Land reform had effectively slowed to a crawl by this time, but the final straw that sparked the Zapatista uprising was the signing of the North American Free Trade Agreement (NAFTA). It required the stripping of Article 27 of the 1917 Constitution, removing the provision for land redistribution, allowing the foreign ownership of Mexican land, and removing protections for communal indigenous land. Zapata's key ideological contributions to the Mexican state, after a long period of infidelity, were effectively destroyed. Thousands of poor and dispossessed indigenous farmers lost their only hope when land reform was ended. A group of mostly indigenous leftists, radicalized by increasing repression and neoliberal capitalism from the Mexican state, had been organizing for a decade, but really gained traction with the communities following these new developments.

So, on 1 January 1994, the day the NAFTA came into effect, the Zapatista Army of National Liberation (Ejército Zapatista de Liberación Nacional, "EZLN") declared war on the Mexican state and 3,000 guerrilleros seized control of much of the state of Chiapas. Though they had no centralized leaders, their spokesman, Subcomandante Marcos, cut a dramatic figure that immediately seized the public imagination. The EZLN immediately released its revolutionary program, the [First] Declaration of the Lacandona Jungle (early EZLN documents available here). They made clear the libertarian socialist nature of their revolution, with "revolutionary laws" surrounding labor, agrarian, and women's rights. For two weeks, they fought the Mexican state until a ceasefire was called. Pushed out of the major cities and much of the state, they retained (and still retain) control over a significant portion of indigenous territory.

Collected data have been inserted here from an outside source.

import { BitReader } from '../bits/bit-reader.ts';
import { BugError, CorruptStreamError } from '../errors/errors.ts';
import { newSymbolArray, type SymbolArray } from '../symbols/sequence.ts';
import type { CodedInput, Coder, Decoded, DecodeLimits, Decoder, Setup } from './contract.ts';
import { symbolWidth } from './fixed.ts';
import { MessageWalk, readSymbolCount } from './message-frame.ts';
import { copyBits } from './stored-bits.ts';
import { innerSetup } from './stored-encoder.ts';
import { growSymbols } from './symbol-buffer.ts';

/**
 * Reads what {@link StoredEncoder} wrote. The coder inside is run once over all messages, so that nothing is set up for each; it
 * asks for the start of each message, and what stands between is read then: selector, count, padding, raw messages (which
 * it takes for empty ones). The bits of a coded message are brought to the start of a buffer of its own, because some coders
 * work on whole bytes.
 */
export function storedDecoder(coder: Coder, setup: Setup, limits: DecodeLimits): Decoder {
  const decoder = coder.decoder(innerSetup(setup), limits);
  return { decode: (input) => new StoredMessages(setup, input, limits).decode(decoder) };
}

class StoredMessages {
  readonly #setup: Setup;
  readonly #input: CodedInput;
  readonly #width: number;
  readonly #reader: BitReader;
  readonly #walk: MessageWalk;
  /** The coded bits of the present message. */
  readonly #buffer: Uint8Array;
  /** Symbols of each message that the coder inside is to decode, 0 where the message is raw. */
  readonly #codedCounts: Uint32Array;
  readonly #isRaw: Uint8Array;
  #raw: SymbolArray;
  #rawCount = 0;
  #opened = 0;
  /** Where the bits of the present coded message start, and the bits that were copied; −1 while none is being decoded. */
  #codedFrom = -1;
  #copiedBits = 0;

  constructor(setup: Setup, input: CodedInput, limits: DecodeLimits) {
    this.#setup = setup;
    this.#input = input;
    this.#width = symbolWidth(setup.alphabetSize);
    this.#reader = new BitReader(input.bytes);
    this.#walk = new MessageWalk(this.#reader, setup, input, limits);
    this.#buffer = new Uint8Array(input.bytes.length + 8);
    this.#codedCounts = new Uint32Array(input.messageCount);
    this.#isRaw = new Uint8Array(input.messageCount);
    this.#raw = newSymbolArray(setup.alphabetSize, 0);
  }

  decode(decoder: Decoder): Decoded {
    const { messageCount } = this.#input;
    const { sequence, bitsConsumed } = this.#decodeCoded(decoder);
    if (this.#opened !== messageCount) {
      throw new BugError('a coder did not ask where each of its messages starts', {
        expected: `${messageCount} messages`,
        got: `${this.#opened} messages`,
      });
    }
    this.#closeCoded(bitsConsumed);
    return {
      sequence: {
        alphabetSize: this.#setup.alphabetSize,
        symbols: this.#rawCount === 0 ? sequence.symbols : this.#merged(sequence.symbols),
        messageEnds: this.#walk.messageEnds,
      },
      bitsConsumed: this.#reader.position,
    };
  }

  #decodeCoded(decoder: Decoder): Decoded {
    try {
      return decoder.decode({
        bytes: this.#buffer,
        messageCount: this.#input.messageCount,
        symbolCounts: this.#codedCounts,
        startOf: (_, endBits) => this.#startNext(endBits),
      });
    } catch (error) {
      // The coder inside counts bits from the start of the message, and does not see that it ends.
      if (!(error instanceof CorruptStreamError) || this.#codedFrom < 0) throw error;
      const { bitOffset } = error.where;
      throw new CorruptStreamError(error.message, {
        ...error.where,
        ...(bitOffset === undefined
          ? {}
          : { bitOffset: this.#codedFrom + Math.min(bitOffset, this.#copiedBits) }),
      });
    }
  }

  /** Ends the message before and opens the next; a raw one is read at once. Every coded message starts at bit 0 of the buffer. */
  #startNext(endBits: number): number {
    this.#closeCoded(endBits);
    const reader = this.#reader;
    const walk = this.#walk;
    if (!walk.open()) throw new BugError('a coder asked for more messages than there are');
    const index = this.#opened++;
    const isRaw = reader.readBits(1) === 1;
    const { lengths, align } = this.#setup;
    const count =
      lengths === 'known' ? this.#input.symbolCounts![index] : readSymbolCount(reader, this.#setup);
    walk.book(count);
    const left = reader.limit - reader.position;
    const rawBits = count * this.#width;
    if (isRaw) {
      this.#isRaw[index] = 1;
      if (rawBits > left) {
        throw new CorruptStreamError('a message says it holds more symbols than its bits can', {
          messageIndex: index,
          bitOffset: reader.position,
          got: `${count} symbols of ${this.#width} bits`,
        });
      }
      this.#readRaw(count);
      walk.close(reader.position);
      return 0;
    }
    this.#codedCounts[index] = count;
    this.#codedFrom = reader.position;
    // Longer than raw symbols only by what padding hides.
    this.#copiedBits = Math.min(left, rawBits + align - 1);
    copyBits(reader.bytes, reader.position, reader.position + this.#copiedBits, this.#buffer);
    return 0;
  }

  #closeCoded(endBits: number): void {
    if (this.#codedFrom < 0) return;
    const from = this.#codedFrom;
    this.#codedFrom = -1;
    if (endBits > this.#copiedBits) {
      throw new CorruptStreamError('a message does not end where its bits end', {
        messageIndex: this.#opened - 1,
        bitOffset: from + this.#copiedBits,
        expected: `at most ${this.#copiedBits} coded bits`,
        got: `${endBits} bits`,
      });
    }
    this.#walk.close(from + endBits);
  }

  #readRaw(count: number): void {
    const { alphabetSize } = this.#setup;
    const reader = this.#reader;
    const width = this.#width;
    const symbols = growSymbols(this.#raw, alphabetSize, this.#rawCount, count);
    this.#raw = symbols;
    let at = this.#rawCount;
    for (let i = 0; i < count; i++) {
      const symbol = reader.readBits(width);
      if (symbol >= alphabetSize) {
        throw new CorruptStreamError('a raw symbol is outside the alphabet', {
          bitOffset: reader.position,
          expected: `below ${alphabetSize}`,
          got: String(symbol),
        });
      }
      symbols[at++] = symbol;
    }
    this.#rawCount = at;
  }

  /** Raw and decoded messages in their order. */
  #merged(decoded: SymbolArray): SymbolArray {
    const { messageEnds } = this.#walk;
    const raw = this.#raw;
    const merged = newSymbolArray(this.#setup.alphabetSize, this.#walk.symbolTotal);
    let decodedAt = 0;
    let rawAt = 0;
    let at = 0;
    for (let i = 0; i < messageEnds.length; i++) {
      const end = messageEnds[i];
      if (this.#isRaw[i] === 1) while (at < end) merged[at++] = raw[rawAt++];
      else while (at < end) merged[at++] = decoded[decodedAt++];
    }
    return merged;
  }
}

Marcos began giving interviews and the EZLN made use of the internet to raise global awareness of their struggle and build pressure on the Mexican state. An uneasy standoff has persisted since, allowing the Zapatistas to focus on the governance of their territories and national and global advocacy for their ideology, rather than on constant violence. Though their governance style has been heavily influenced by anarchism and libertarian socialism/communism, the EZLN has rejected all political labeling other than "Zapatismo," and has not actually demanded the disillusion of the Mexican state so much as its fundamental transformation and decentralization. The Zapatistas claimed to be engaging in the Fourth World War, against the forces of neoliberalism, which had emerged victorious from the Third World War (what we would call the Cold War). It's hard to keep within the 20-year rule here, because there have been so many developments in the indigenous liberation movement since 1994, from the growth of the participatory democracy of the Good Government Councils to the launching of the nationwide "Other Campaign" to the anarchist "Oaxaca Commune" in the neighboring state.

The Zapatista rebellion was not an immediate success in that they neither precipitated the overthrow of the Mexican state, nor retained control of the state of Chiapas at large. However, the EZLN did hold on to territory spanning many indigenous communities, in which the line between community member and Zapatista has been blurred, and has been very successful in propagating a new ideology of communitarian socialism and indigenous liberation in an era of neoliberalism. Though 1994 is now fair game for questions here, the Zapatistas are certainly not history in the sense of belonging strictly to the past, as they are as active now as ever. They continue their struggle and have become radical icons for solidarity and resistance in the global struggle against modern neoliberal capitalism in the developing world over the last twenty years.